I think it is funny. Everyone is just getting pissy because they aint gettin no snow and getting home sick, lol. They are right you dont do it to paying people but if it is a pile of crap that you have been using for parts, why not??? I have had a few hoopdies and done wayyy wayyyy worse to them and mostly didnt involve a truck, lol. It gave me a chuckle and I aint gonna pee in your cheerios over it either


----------



## Fiafighterdude

R&R Yard Design;486988 said:


> So that means that if YOU dont pay me i have all the right in the world to do that to your car. I think that you would be very pissed off at me for that. And i also hope that you put one dent or mark on that car and that the owner sues you for all that you have, that is just one other child being himself. NOT called for at all, and a nother thing, dont you think that it brings the bar down for everyone on this site. I also hope that one of you clients see's that and drops you for it.

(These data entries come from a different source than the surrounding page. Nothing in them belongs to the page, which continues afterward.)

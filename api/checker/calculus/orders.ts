import type { Expr } from '../../../shared/maths/expression.ts';
import { lettersOf } from '../../../shared/maths/letters.ts';
import { sameExpr } from '../../../shared/maths/same.ts';
import { childrenOf, mapExpr } from '../../../shared/maths/walk.ts';
import type { Comparison } from '../compare/comparison.ts';
import type { CheckContext } from '../context.ts';
import type { Statement } from '../statements/statement.ts';
import { Unsettled } from '../solving/unsettled.ts';
import {
  addExprs,
  divExprs,
  infinityExpr,
  letterOf,
  mulExprs,
  powExprs,
  rationalExpr,
  rationalOf,
  zeroExpr,
} from './build.ts';
import { expand } from './expand.ts';
import { factorise, linearIn } from './integrand.ts';
import { termTex } from './term-tex.ts';
import { isOrder, type OrderExpr } from './order-symbol.ts';
import { infinitySign, seriesAt, stepsTried, type Target } from './limit.ts';
import { addSeries, compareScales, negateSeries, type Expansion, type Scale, type Series } from './series-ring.ts';
import * as Q from '../numbers/rational.ts';

/** The orders in an expression that no limit has done away with. */
function ordersIn(expr: Expr, context: CheckContext): OrderExpr[] {
  if (isOrder(expr, context)) return [expr];
  return expr.kind === 'limit' ? [] : childrenOf(expr).flatMap((part) => ordersIn(part, context));
}

/**
 * Two lines with O(...) or o(...): what stands below is a set of functions. It holds where that has all that stands above,
 * and fails where the two have none in common: by expansions on both sides of the point that the orders are about. Null
 * where no line has an order.
 */
export function compareOrders(above: Expr, below: Expr, context: CheckContext): Comparison | null {
  const orders = [above, below].flatMap((expr) => ordersIn(expr, context));
  if (orders.length === 0) return null;
  const open: Comparison = { kind: 'undecided', reason: 'not-covered' };
  const place = placeOf(orders, context);
  if (!place || context.numbers === 'complex') return open;
  const found: Comparison[] = [];
  for (const side of infinitySign(place.to) === null ? (['right', 'left'] as const) : (['right'] as const)) {
    const one = onSide(above, below, place.letter, { to: place.to, side }, context);
    if (one.kind !== 'equal') return one;
    found.push(one);
  }
  return found[0] ?? open;
}

/** The right sides of two equations with the same left side, where one has an order or the left side is f(x) of an unknown f. */
export function sidesOfSame(above: Statement, below: Statement, context: CheckContext): [Expr, Expr] | null {
  if (above.kind !== 'compare' || below.kind !== 'compare' || above.sign !== '=' || below.sign !== '=') return null;
  if (!sameExpr(above.left, below.left)) return null;
  const sides: [Expr, Expr] = [above.right, below.right];
  if (sides.some((side) => ordersIn(side, context).length > 0)) return sides;
  return above.left.kind === 'apply' && !sides.some(hasApplied) ? sides : null;
}

function hasApplied(expr: Expr): boolean {
  return expr.kind === 'apply' || childrenOf(expr).some(hasApplied);
}

function onSide(above: Expr, below: Expr, letter: string, target: Target, context: CheckContext): Comparison {
  for (const steps of stepsTried) {
    try {
      const found = compareSets(above, below, letter, target, { ...context, steps });
      if (found) return found;
    } catch (cause) {
      if (!(cause instanceof Unsettled)) throw cause;
      if (cause.reason !== 'not-settled') return { kind: 'undecided', reason: cause.reason };
    }
  }
  return { kind: 'undecided', reason: 'not-settled' };
}

/** Null where more terms are needed. */
function compareSets(above: Expr, below: Expr, letter: string, target: Target, context: Expansion): Comparison | null {
  const at = seriesAt(target);
  const series = (expr: Expr): Series => expand(expr, letter, at, context);
  const [a, b] = [above, below].map((expr) => series(withoutOrders(expr, context))) as [Series, Series];
  const gap = addSeries(a, negateSeries(b), context);
  const [errorAbove, errorBelow] = [above, below].map((expr) =>
    ordersIn(expr, context).length > 0 ? series(expr).error : null,
  ) as [Scale | null, Scale | null];
  // What an expansion leaves out must not be taken for an order that is written.
  const isFine = (left: Scale | null): boolean =>
    !left || (errorBelow !== null && compareScales(left, errorBelow, context) < 0);
  const isWithin = (scale: Scale | null): boolean =>
    !scale || (errorBelow !== null && compareScales(scale, errorBelow, context) <= 0);
  const [lead] = gap.terms;
  if (lead && [errorAbove, errorBelow].every((error) => !error || compareScales(lead.scale, error, context) > 0))
    return different(a, b, lead.scale, letter, target, context);
  if (!isFine(gap.error) || !isFine(b.error)) return null;
  if (gap.terms.every(({ scale }) => isWithin(scale)) && isWithin(errorAbove))
    return { kind: 'equal', reached: 'proved', excluded: [], cancelled: [] };
  return { kind: 'undecided', reason: 'not-settled' };
}

function withoutOrders(expr: Expr, context: CheckContext): Expr {
  return mapExpr(expr, (node) => (isOrder(node, context) ? zeroExpr : node));
}

/** The first terms that differ are the witness. */
function different(a: Series, b: Series, scale: Scale, letter: string, { to }: Target, context: Expansion): Comparison {
  const step =
    infinitySign(to) !== null
      ? divExprs(rationalExpr(Q.one), letterOf(letter))
      : addExprs(letterOf(letter), mulExprs(rationalExpr(Q.minusOne), to));
  const termOf = ({ terms }: Series): string => {
    const term = terms.find((one) => compareScales(one.scale, scale, context) === 0);
    const coef = term ? term.coef : zeroExpr;
    return termTex(coef, Q.isZero(scale.p) ? rationalExpr(Q.one) : powExprs(step, rationalExpr(scale.p)), context);
  };
  return { kind: 'different', witness: { at: new Map(), atTex: {}, above: termOf(a), below: termOf(b) } };
}

/** The letter that all orders are about, and where it goes: to where their argument is zero, else beyond all bounds. */
function placeOf(orders: readonly OrderExpr[], context: CheckContext): { letter: string; to: Expr } | null {
  let place: { letter: string; to: Expr } | null = null;
  for (const order of orders) {
    const argument = order.args[0] as Expr;
    const letters = lettersOf(argument);
    if (letters.length === 0) continue;
    const [letter] = letters;
    const to = letters.length === 1 && letter !== undefined ? pointOf(argument, letter, context) : null;
    if (letter === undefined || !to) return null;
    if (place && (place.letter !== letter || !sameExpr(place.to, to))) return null;
    place = { letter, to };
  }
  return place;
}

function pointOf(argument: Expr, letter: string, context: CheckContext): Expr | null {
  const { factors } = factorise(argument, letter);
  const [only] = factors;
  const linear = only && factors.length === 1 ? linearIn(only.base, letter) : null;
  if (!only || !linear) return null;
  if (Q.sign(only.times) < 0 || context.wholeLetters.has(letter) || letter === 'n') return infinityExpr;
  const [constant, slope] = [rationalOf(linear.constant), rationalOf(linear.slope)];
  return constant && slope ? rationalExpr(Q.negate(Q.div(constant, slope))) : null;
}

no i would never do this to any one NEVER!!!!!! and all of you guys and business owners are acting very inmature


----------



## Fiafighterdude

Sydenstricker Landscaping;487091 said:


> I think it is funny. Everyone is just getting pissy because they aint gettin no snow and getting home sick, lol. They are right you dont do it to paying people but if it is a pile of crap that you have been using for parts, why not??? I have had a few hoopdies and done wayyy wayyyy worse to them and mostly didnt involve a truck, lol. It gave me a chuckle and I aint gonna pee in your cheerios over it either


thank you Sydenstricker landscaping


----------



## wirenut

im guilty...


----------



## THEGOLDPRO

i could see myself doing that to a car left in a parking lot depending on how tired, and upset i was.


----------



## 04superduty

wow, i think some people on here need some midol or snow or even both. 
he said its a junk car, most likely his or someone in his family. they dont care about it and after all the usefull parts are removed it will be taken to the scrap yard. 
nice job burying the car, need to get the pile bigger though, you can still tell its a car in it.


----------



## tom_mccauley

04superduty;487315 said:


> *wow, i think some people on here need some midol *or snow or even both.
> he said its a junk car, most likely his or someone in his family. they dont care about it and after all the usefull parts are removed it will be taken to the scrap yard.
> nice job burying the car, need to get the pile bigger though, you can still tell its a car in it.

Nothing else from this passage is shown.